I have 0 knowledge on LDAP, but this might help:

http://lists.samba.org/archive/samba/2005-November/114386.html

----------

## hika

Thanks,

That's precisely where I got the hint about ldapsam:trusted but my problem is not intermittent, but 100% reproducible. 

The weirdest is that it is user specific, but the accounts in ldap are identical. I found out that I hadn't put the machine possix accounts in ldap, but than why does it work with one user and not with the others.

The non working users are:

root exists both in ldap and local but with a different preferred possix/linux group (wheel,10 in ldap)

admin exists only in ldap, I just removed it on the server, but never existed on any workstation and has main group smbusers

the working user is my own hika it exists everywhere with the same uidnumber 1000 but in ldap has main group smbusers

I removed all the specific samba groups from the server to prevent conflict, although the uidnumbers where the same.

In pam.d/system-auth I have ldap auth first as sufficient with unix second as required. This way it only uses ldap if available, but falls back to unix if not or if the user doesn't exist in ldap.

in pam/samba I have ldap as sufficient after smbpass. Maybe I should switch those?

But still everything I find should affect all users or none??

Hika

----------

## hika

I am suddenly thinking. When I moved from the tdb backend to ldap I didn't wipe the tdb database. Is it possible there is some conflict between those two. And if so how do I wipe the old tdb database without losing things I need?

Hika

----------

## hika

Now I'm coming somewhere. It's getting more logical. I followed my inspiration and wiped the tdbsam database (after backing up and killing samba) and restarted samba

inserted the ldappassword into samba again and started some testing.
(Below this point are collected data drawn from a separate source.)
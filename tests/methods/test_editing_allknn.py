"""All k-NN (Tomek 1976) as published, checked with imbalanced-learn's ENN.

The published rule: a row goes when the vote of its j nearest neighbours
misclassifies it for any j = 1..k, every vote taken on the original set. That
is the union of ENN's removals for j = 1..k, so curate is compared with the
union of imbalanced-learn's EditedNearestNeighbours at each j.

imbalanced-learn 0.14's AllKNN is a different procedure (read in its source):
ENN at j = 1, then at j = 2 on what j = 1 kept, and so on, stopping early when
a class would vanish or fall below the smallest class's size. The two agree
at k = 1 (compared below) and part at larger k (a hand-made case below).
Own-label ties in the majority vote are left out of the comparison as in
test_editing_enn.py: at j = 2 they occur even with two classes.
"""

from __future__ import annotations

import numpy as np
import pytest
from editing_fixtures import (
    KINDS,
    dataset,
    everyone,
    own_label_ties,
    removed_by,
    space,
)
from imblearn.under_sampling import AllKNN, EditedNearestNeighbours

from curate.methods.editing import all_knn

pytestmark = pytest.mark.usefixtures("one_thread")  # see tests/methods/conftest.py

@pytest.mark.parametrize("name", ["wine", "breast_cancer", "digits"])
@pytest.mark.parametrize("flip", [0.0, 0.1])
@pytest.mark.parametrize("vote", ["majority", "unanimous"])
def test_all_knn_is_the_union_of_enn_over_j(name: str, flip: float, vote: str) -> None:
    """Removed rows and their step (the smallest j that removes them) match
    imbalanced-learn's ENN run at every j on the original data."""
    k = 3
    X, y = dataset(name, flip=flip, seed=13)
    ours = all_knn(space(X), y, removable=everyone(len(y)), k=k, vote=vote)
    first = np.zeros(len(y), dtype=np.int64)
    ties = np.zeros(len(y), dtype=bool)
    for j in range(k, 0, -1):
        enn_j = EditedNearestNeighbours(sampling_strategy="all", n_neighbors=j,
                                        kind_sel=KINDS[vote])
        first[sorted(removed_by(enn_j, X, y))] = j
        if vote == "majority":
            ties |= own_label_ties(X, y, j)
    step = np.zeros(len(y), dtype=np.int64)
    step[ours.removed] = ours.step
    assert np.array_equal(step[~ties], first[~ties])
    assert first.any()


@pytest.mark.parametrize("name", ["wine", "breast_cancer"])
def test_all_knn_at_k_1_is_imbalanced_learns_allknn(name: str) -> None:
    """At k = 1 the published rule and imbalanced-learn's successive one coincide."""
    X, y = dataset(name, flip=0.1, seed=17)
    ours = all_knn(space(X), y, removable=everyone(len(y)), k=1)
    theirs = removed_by(AllKNN(sampling_strategy="all", n_neighbors=1, kind_sel="mode"), X, y)
    assert set(ours.removed.tolist()) == theirs


def test_all_knn_votes_on_the_original_set_not_on_what_smaller_k_kept() -> None:
    """Hand-made: 'a' at -1.5, 0, 0.5, 0.6; a stray 'b' at 1.25; 'b' at 10..13.

    Unanimous vote, k = 3. The stray 'b' (row 4) has an 'a' nearest
    neighbour: gone at j = 1. Rows 1, 2 and 3 have it among their 3 nearest
    (hand-computed distances 1.25, 0.75, 0.65), so the published rule removes
    them at j = 3. imbalanced-learn removes row 4 at j = 1 and then votes
    without it, so it keeps rows 1, 2 and 3.
    """
    X = np.array([[-1.5], [0.0], [0.5], [0.6], [1.25], [10.0], [11.0], [12.0], [13.0]])
    y = np.array([0, 0, 0, 0, 1, 1, 1, 1, 1])
    ours = all_knn(space(X), y, removable=everyone(9), k=3, vote="unanimous")
    assert dict(zip(ours.removed.tolist(), ours.step.tolist(), strict=True)) == {
        1: 3, 2: 3, 3: 3, 4: 1}
    theirs = removed_by(AllKNN(sampling_strategy="all", n_neighbors=3, kind_sel="all",
                               allow_minority=True), X, y)
    assert theirs == {4}


def test_all_knn_evidence_is_the_deciding_vote() -> None:
    """A row removed at step j carries its j nearest neighbours (scikit-learn's) as evidence."""
    from sklearn.neighbors import NearestNeighbors

    X, y = dataset("breast_cancer", flip=0.1, seed=19)
    ours = all_knn(space(X), y, removable=everyone(len(y)), k=3)
    _, idx = NearestNeighbors(n_neighbors=3).fit(X).kneighbors(None)
    for pos, step, nbr in zip(ours.removed, ours.step, ours.neighbours, strict=True):
        assert nbr.tolist() == idx[pos, :step].tolist()
        assert (y[nbr] != y[pos]).sum() * 2 > step


def test_all_knn_honours_the_removable_mask() -> None:
    """Rows outside the mask stay and vote: the union of imbalanced-learn's ENN
    over j, given the removable classes as its class list."""
    X, y = dataset("wine", flip=0.1, seed=23)
    ours = all_knn(space(X), y, removable=y != 1, k=3, vote="unanimous")
    theirs: set[int] = set()
    for j in (1, 2, 3):
        theirs |= removed_by(EditedNearestNeighbours(sampling_strategy=[0, 2], n_neighbors=j,
                                                     kind_sel="all"), X, y)
    assert set(ours.removed.tolist()) == theirs
    assert not (y[ours.removed] == 1).any()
The errors with net rpc didn't change but ...

root suddenly could login again to samba , admin not and hika could, but can access only shares it gets rights to through a group.
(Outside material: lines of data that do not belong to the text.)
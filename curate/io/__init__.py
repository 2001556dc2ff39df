"""Files in and out: the input (read, schema), run folders (written atomically, read back,
explained, compared) and review tables.

* :mod:`~curate.io.read`: CSV or Parquet files, folders and globs; row ids;
* :mod:`~curate.io.schema`: column rules or a pandera model, every failure collected;
* :mod:`~curate.io.folder`: the run folder's files;
* :mod:`~curate.io.outputs`: the one all-or-nothing writer, which checks the output path
  before the work (:mod:`~curate.io.output_checks`), holds it exclusively
  (:mod:`~curate.io.output_lock`) and replaces recoverably (:mod:`~curate.io.output_swap`);
* :mod:`~curate.io.review`, :mod:`~curate.io.diff`, :mod:`~curate.io.explain`:
  a reviewer's CSV and protected ids, the diff of two runs, `curate why`.
"""
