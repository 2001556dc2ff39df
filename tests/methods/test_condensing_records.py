"""What condensing records and protects: kept_as, evidence, removable rows, conflicts, edges."""

from __future__ import annotations

import numpy as np
import pytest
from condensing_fixtures import misclassified_by_kept, scaled
from scipy.spatial.distance import cdist

from curate.errors import UsageError
from curate.methods import METHODS
from curate.methods._store import NearestStore
from curate.methods.condensing import cnn, fcnn, rnn
from curate.methods.one_sided import one_sided_selection
from curate.settings import check_params
from curate.space import Space

CONDENSING = {"cnn": cnn, "fcnn": fcnn, "rnn": rnn}


@pytest.mark.parametrize("method", sorted(CONDENSING))
def test_kept_as_is_a_kept_row_with_the_same_label_and_its_nearest(method: str) -> None:
    """kept_as of an absorbed row is the kept row that labels it under 1-NN: kept, same
    label, and no kept row nearer (distances by scipy's cdist, the reference for the
    recorded distances)."""
    X, y = scaled("breast_cancer")
    sel = CONDENSING[method](Space.from_matrix(X), y, removable=np.ones(len(y), bool), seed=2)
    kept = set(sel.kept.tolist())
    to_kept = cdist(X[sel.removed], X[sel.kept])
    for r, (i, j) in enumerate(zip(sel.removed.tolist(), sel.kept_as.tolist(), strict=True)):
        assert j in kept and y[j] == y[i]
        assert sel.neighbours[r].tolist() == [j]
        assert sel.distances[r][0] == pytest.approx(to_kept[r].min(), abs=1e-12)
        assert sel.reason[r] in METHODS[method].reasons
    assert set(sel.reason) <= set(METHODS[method].reasons)


@pytest.mark.parametrize("method", sorted(CONDENSING) + ["oss"])
def test_rows_that_may_not_go_stay(method: str) -> None:
    """The removable mask (the pipeline's `classes`) is honoured, and CNN, FCNN and RNN stay
    consistent (Hart 1968, checked by scikit-learn's 1-NN)."""
    X, y = scaled("wine")
    fixed = np.random.default_rng(1).random(len(y)) < 0.3
    func = {**CONDENSING, "oss": one_sided_selection}[method]
    sel = func(Space.from_matrix(X), y, removable=~fixed, seed=4)
    assert set(np.flatnonzero(fixed).tolist()) <= set(sel.kept.tolist())
    assert len(sel.removed) > 0
    if method != "oss":
        assert misclassified_by_kept(X, y, sel.kept).tolist() == []


def test_conflicting_copies_are_both_kept() -> None:
    """Rows with equal features and different labels cannot both be labelled right (Hart
    1968's consistency is impossible there); curate keeps both, and every other row is
    labelled right by scikit-learn's 1-NN on the kept rows."""
    X, y = scaled("iris")
    X = np.vstack([X, X[[10, 60]]])
    y = np.concatenate([y, [2, 0]])  # copies of rows 10 and 60 with other labels
    for method, func in CONDENSING.items():
        sel = func(Space.from_matrix(X), y, removable=np.ones(len(y), bool), seed=0)
        kept = set(sel.kept.tolist())
        assert {10, 150, 60, 151} <= kept, method
        assert set(misclassified_by_kept(X, y, sel.kept).tolist()) <= {10, 150, 60, 151}


def test_compiled_and_plain_stores_agree() -> None:
    """The compiled store and the plain one (used for distances that are not plain Lp
    distances) are two routes to the same answers: the fast path must agree with the
    obvious one (curate's house rule), here on Euclidean and Manhattan distance."""
    X, y = scaled("wine")
    order = np.random.default_rng(6).permutation(len(y))
    for metric in ("euclidean", "manhattan"):
        results = []
        for compiled in (True, False):
            store = NearestStore(Space.from_matrix(X, metric=metric))
            store.compiled = compiled
            store.add(order[:1], when=0)
            store.hart(y, order)
            results.append((store.members.tolist(), *[a.tolist() for a in store.nearest()]))
        assert results[0][:2] == results[1][:2]
        assert np.allclose(results[0][2], results[1][2], rtol=0, atol=1e-12)


@pytest.mark.parametrize("method", sorted(CONDENSING) + ["oss"])
def test_single_class_and_empty_inputs(method: str) -> None:
    """One class: 1-NN needs one row to label all the others right (Hart 1968), OSS keeps
    the only class whole (Kubat and Matwin 1997); no rows: nothing to do."""
    func = {**CONDENSING, "oss": one_sided_selection}[method]
    X, _ = scaled("wine")
    y = np.zeros(len(X), dtype=int)
    sel = func(Space.from_matrix(X), y, removable=np.ones(len(y), bool), seed=0)
    assert len(sel.kept) == (len(y) if method == "oss" else 1)
    empty = func(Space.from_matrix(np.zeros((0, 3))), np.zeros(0), removable=np.zeros(0, bool))
    assert empty.n == 0


def test_registered_with_declared_parameters() -> None:
    """Pipeline keys are contracts: cnn, fcnn, rnn, oss; a bad order is a usage error."""
    assert {"cnn", "fcnn", "rnn", "oss"} <= set(METHODS)
    assert check_params(METHODS["cnn"], {})["order"] == "shuffled"
    with pytest.raises(UsageError, match="order"):
        check_params(METHODS["rnn"], {"order": "random"})
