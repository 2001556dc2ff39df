"""Near copies (leader scheme) against brute-force pairwise distances from scipy's cdist.

What curate guarantees (module docstring of curate.methods.duplicates), each
checked here against ``cdist``:
- every removed copy is within the radius of its ``kept_as``, which is kept
  and has the same label;
- no two kept rows of the same label are within the radius of each other,
  unless neither may be removed;
- the kept set is the one a greedy pass in position order builds (a row
  leaves if a kept row of its label is within the radius, else it is kept),
  which is the obvious slow version of the scheme, and ``kept_as`` is the
  nearest such row (ties to the lower position);
- conflicting rows are exactly the rows with another-label row within the
  radius (common practice, no source, for the notion itself).
"""

from __future__ import annotations

import numpy as np
import pytest
from scipy.spatial.distance import cdist

from curate.errors import UsageError
from curate.methods import METHODS
from curate.methods.duplicates import near_duplicates
from curate.settings import check_params
from curate.space import Space


def jittered(seed: int, n: int = 120) -> tuple[np.ndarray, np.ndarray]:
    """Rows drawn around a few centres, so that many fall within a small radius."""
    rng = np.random.default_rng(seed)
    centres = rng.random((n // 4, 3))
    X = centres[rng.integers(0, len(centres), n)] + rng.normal(0, 0.02, (n, 3))
    return X, rng.integers(0, 2, n)


def greedy(dist: np.ndarray, y: np.ndarray, radius: float, removable: np.ndarray,
           alive: np.ndarray) -> set[int]:
    """The slow leader pass: fixed rows lead from the start, others in position order."""
    leaders = set(np.flatnonzero(alive & ~removable).tolist())
    for i in np.flatnonzero(alive & removable):
        if not any(dist[i, j] <= radius and y[j] == y[i] for j in leaders):
            leaders.add(int(i))
    return leaders


@pytest.mark.parametrize(("seed", "radius", "metric"),
                         [(0, 0.03, "euclidean"), (1, 0.06, "euclidean"), (2, 0.05, "manhattan"),
                          (3, 0.1, "euclidean")])
@pytest.mark.parametrize("conflicts", ["report", "drop"])
def test_leader_scheme_against_cdist(seed, radius, metric, conflicts):
    X, y = jittered(seed)
    n = len(y)
    removable = np.random.default_rng(seed).random(n) > 0.1
    dist = cdist(X, X, "cityblock" if metric == "manhattan" else "euclidean")
    sel = near_duplicates(Space.from_matrix(X, metric=metric), y, removable=removable,
                          radius=radius, conflicts=conflicts)
    near = dist <= radius
    np.fill_diagonal(near, False)
    conflicted = (near & (y[:, None] != y[None, :])).any(axis=1)
    assert set(np.concatenate(sel.groups).tolist() if sel.groups else []) == set(
        np.flatnonzero(conflicted).tolist())
    assert sel.info["conflicting_rows"] == int(conflicted.sum())
    kept = set(sel.kept.tolist())
    alive = ~(conflicted & removable) if conflicts == "drop" else np.ones(n, dtype=bool)
    assert kept == greedy(dist, y, radius, removable, alive)
    for p, r, j in zip(sel.removed, sel.reason, sel.kept_as, strict=True):
        assert removable[p]
        if r == "near-copy":
            assert j in kept and y[j] == y[p] and dist[p, j] <= radius
            earlier = [c for c in sorted(kept) if (c < p or not removable[c]) and y[c] == y[p]]
            assert j == min(earlier, key=lambda c: (dist[p, c], c))
        else:
            assert conflicts == "drop" and conflicted[p] and j == -1
    same = near & (y[:, None] == y[None, :])
    for a, b in zip(*np.nonzero(same), strict=True):
        assert not (a in kept and b in kept and (removable[a] or removable[b]))


def test_no_chaining():
    """Rows 0.06 apart in a line with radius 0.1: a leader never reaches past its radius."""
    X = np.arange(6, dtype=float)[:, None] * 0.06
    sel = near_duplicates(Space.from_matrix(X), np.zeros(6, dtype=int),
                          removable=np.ones(6, dtype=bool), radius=0.1)
    dist = cdist(X, X)
    assert all(dist[p, j] <= 0.1 for p, j in zip(sel.removed, sel.kept_as, strict=True))
    assert len(sel.kept) > 1


def test_radius_is_required_and_positive():
    X, y = jittered(4, 20)
    with pytest.raises(UsageError, match="radius"):
        near_duplicates(Space.from_matrix(X), y, removable=np.ones(20, dtype=bool))
    for bad in (0, -0.1, "0.1"):
        with pytest.raises(UsageError, match="radius"):
            check_params(METHODS["near-duplicates"], {"radius": bad})
    with pytest.raises(UsageError, match="conflicts"):
        check_params(METHODS["near-duplicates"], {"radius": 0.1, "conflicts": "keep"})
Conclusion rights granted through a user go wrong. (hika has a local profile on the the windows machine, but admin not)

I guess when loging in it tries to get access to the profiles directory. Root gets access any way, hika falls back to local and admin fails.

Because the old tdbsam was still there hika could fall back to old information.

hika

----------

## hika

I now have most things working. It looks like all had to do with conflicts.

I re-added the admin account manually renaming it to smbadmin and now it can do everything. With one exception. One of the shares gets its rights through a group that exists both in ldap and on the server. Although smbadmin is a member in ldap it doesn't get rights. probably it would if I deleted the group on the server, but I need the group even if ldap is down.

Root can login to windows but afterwards cannot access the server. And Root also still gets an error on net rpc ... but smbadmin not.

It looks like it cannot decide between ldap and local passwrd/group information.

Hika

----------